Along with a staff that includes former Algonquin coach Ken Petersen, Lang teaches local and non-local athletes the fundamentals and strategies of the intricate sport every day from 3 to 6 p.m. at Westborough High School.
"The interest is off the charts," said Lang, who has coached upwards of 250 vaulters from ages 10 to 60-plus since last March, including several from Connecticut, Rhode Island and New Hampshire. "In other states there aren't always [pole vault] clubs. Sometimes we're just the closest."
Aaron Beckwith of Hopkinton, N.H., is one of those out-of-staters, and drives close to two hours three times a week to practice at Westborough High School. Beckwith currently jumps 14 feet, 9 inches, with the goal of clearing 16 feet by the end of his senior season.
"My coach told me about [Patriot Pole Vault] at first, and that I should come out and try it," Beckwith said. "It's definitely helped.

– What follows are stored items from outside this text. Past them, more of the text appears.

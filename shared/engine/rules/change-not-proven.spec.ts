import { describe, test } from 'vitest';
import { checkRule } from '../testing/check-rule';
import { changeNotProven } from './change-not-proven';

const MACRO = { controller: { toolChange: 'macro' } };

describe('change-not-proven', () => {
  test('holds the first change of a setup that changes tools by macro, and forbids it unattended', () => {
    checkRule(
      changeNotProven,
      { ...MACRO, changeMacro: { name: 'change.ngc', text: 'M2' } },
      `
G21 G90 G54
T1 M6
^^^^^ change-not-proven (hold, unattended stop): The change macro change.ngc was not walked: its motions and waits are not judged.
T2 M6
M30
`,
    );
  });

  test('says so when there is no macro text', () => {
    checkRule(
      changeNotProven,
      MACRO,
      `
G21 G90 G54
T1 M6
^^^^^ change-not-proven: Tools are changed by a macro here, and the setup has no macro text.
M30
`,
    );
  });

  test('stays silent where the controller changes tools by itself, and without a change', () => {
    checkRule(changeNotProven, {}, 'G21 G90 G54\nT1 M6\nM30\n');
    checkRule(changeNotProven, MACRO, 'G21 G90 G54\nG0 Z5\nM30\n');
  });
});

I can keep practicing and keep improving all year."
Algonquin junior Carly Railing and Nashoba junior Katie Deufel are regulars at the club. Deufel joined just three months ago, and said she has seen great improvement. Her school doesn't have a true pole vault coach.

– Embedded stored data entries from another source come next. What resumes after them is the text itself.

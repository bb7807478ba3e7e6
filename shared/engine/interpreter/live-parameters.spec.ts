import { describe, expect, test } from 'vitest';
import { eventsOf } from '../testing/events-of';

const setup = (more: { controller?: object; machine?: object; loading?: object } = {}) => ({
  machine: {
    travel: { x: [-9000, 9000], y: [-9000, 9000], z: [-9000, 9000] },
    start: { x: 0, y: 0, z: 0 },
    references: { g28: { x: 1, y: 2, z: 3 } },
    ...more.machine,
  },
  offsets: {
    work: { G54: { x: 10, y: 0, z: 0 }, G55: { x: 100, y: 0, z: 0 } },
    length: { '1': 50 },
  },
  controller: { switches: { startMotion: 'rapid' }, ...more.controller },
  ...(more.loading ? { loading: more.loading } : {}),
});

/** The machine X that each motion ends at, or the problem told. */
const run = (program: string, more = {}): string[] =>
  eventsOf(program, setup(more))
    .filter((text) => !text.endsWith('missing-end'))
    .map((text) => /→ X(\S+)/.exec(text)?.[1] ?? text);

describe('parameters of the published language (facts sheet 4.3)', () => {
  test.each([
    // Origins: read as they are, set for the next selection (4.4).
    ['G53 X#5221', ['10']],
    ['G53 X#5241', ['100']],
    ['#5241=50\nG55 X0', ['50']],
    ['#5221=50\nX0\nG54 X1\nG55 X0\nG54 X0', ['10', '11', '100', '50']],
    ['#5221=50\nG53 X#5221', ['50']],
    ['#5221=50\nG10 L2 P1 X7\nG55\nG54 X0', ['7']],
    // The number of the active system.
    ['G55\nG53 X#5220', ['2']],
    ['#5220=2', ['1 1-8 not-modelled system-parameter']],
    // Stored points.
    ['G53 X#5161', ['1']],
    ['#5161=5\nG28', ['5']],
    // G92: kept by G92.2, cleared by G92.1 (4.7), brought back by G92.3.
    ['X4\nG92 X7\nG53 X#5211', ['14', '-3']],
    ['X4\nG92 X7\nG92.2\nG53 X#5211', ['14', '-3']],
    ['X4\nG92 X7\nG92.1\nG53 X#5211', ['14', '0']],
    ['#5211=20\nG92.3\nX0', ['30']],
    // A work offset that nobody entered is not known.
    ['G53 X#5261', ['1 5-11 not-modelled depends']],
  ])('%j', (program, ends) => {
    expect(run(program)).toEqual(ends);
  });

  test('stored lengths are in the unit of the setup, whatever is in force (4.12)', () => {
    const controller = { defaults: { units: 'inch' }, switches: { startMotion: 'rapid' } };
    expect(
      run('G21 G53 X#5161', {
        controller,
        machine: { references: { g28: { x: 25.4, y: 0, z: 0 } } },
      }),
    ).toEqual(['1']);
  });

  test('a stated value wins over references and work offsets', () => {
    const controller = {
      parameters: { '#5221': 70, '#5161': 8 },
      switches: { startMotion: 'rapid' },
    };
    expect(run('X0\nG28', { controller })).toEqual(['70', '8']);
  });
});

describe('parameters that the setup declares', () => {
  const controller = {
    language: 'custom-macro',
    currentTool: '#500',
    selectedTool: '#501',
    currentPocket: '#502',
    pocketContents: { '3': '#503' },
    inputs: [{ parameter: '#1005', means: 'spindle-still', when: 1 }],
    switches: { startMotion: 'rapid' },
  };

  test.each([
    ['T2 M6\nT3\nG53 X#500\nG53 X#501\nG53 X#502\nG53 X#503', ['2', '3', '2', '3']],
    // Setting it tells the controller what it holds.
    ['#500=4\nG53 X#500', ['4']],
    ['#501=5\nG53 X#501', ['5']],
    // Nothing is known of an input but the two ways it may read.
    ['G53 X#1005', ['0', '1']],
    ['#1005=1', ['1 1-8 not-modelled system-parameter']],
  ])('%j', (program, ends) => {
    expect(run(program, { controller })).toEqual(ends);
  });

  test('a spindle whose tool is not known may hold any', () => {
    const loading = { pockets: [{ pocket: 1, tool: 1 }], inSpindle: 'unknown' };
    expect(run('G53 X#500', { controller, loading })).toEqual(['0', '8']);
  });
});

"I've actually learned how to pole vault properly," Deufel said. "Before it's been someone handing me a pole and saying 'go vault.'"
Patriot Pole Vault began in 2000, and has evolved into a year-round, all-weather program with the help of Rich Archer at 360 Gymnastics in Shirley. The club practices indoors on Tuesdays and Thursdays in the winter and Sundays all year round.
Prices range from $200 to $300 by season, but Lang said he believes money shouldn't keep anyone from vaulting.
"We have a lot of people on the no-payment or a small-payment plan," said Lang, who works as a technician in the technology department at WHS.
It's not all practice for the club, however, as the top vaulters go to several tournaments throughout the year and also compete on their respective school teams. Even with that competition, Lang said all pole vaulters seem to share a common bond, and opponent.
"We're all out there competing against gravity," Lang said.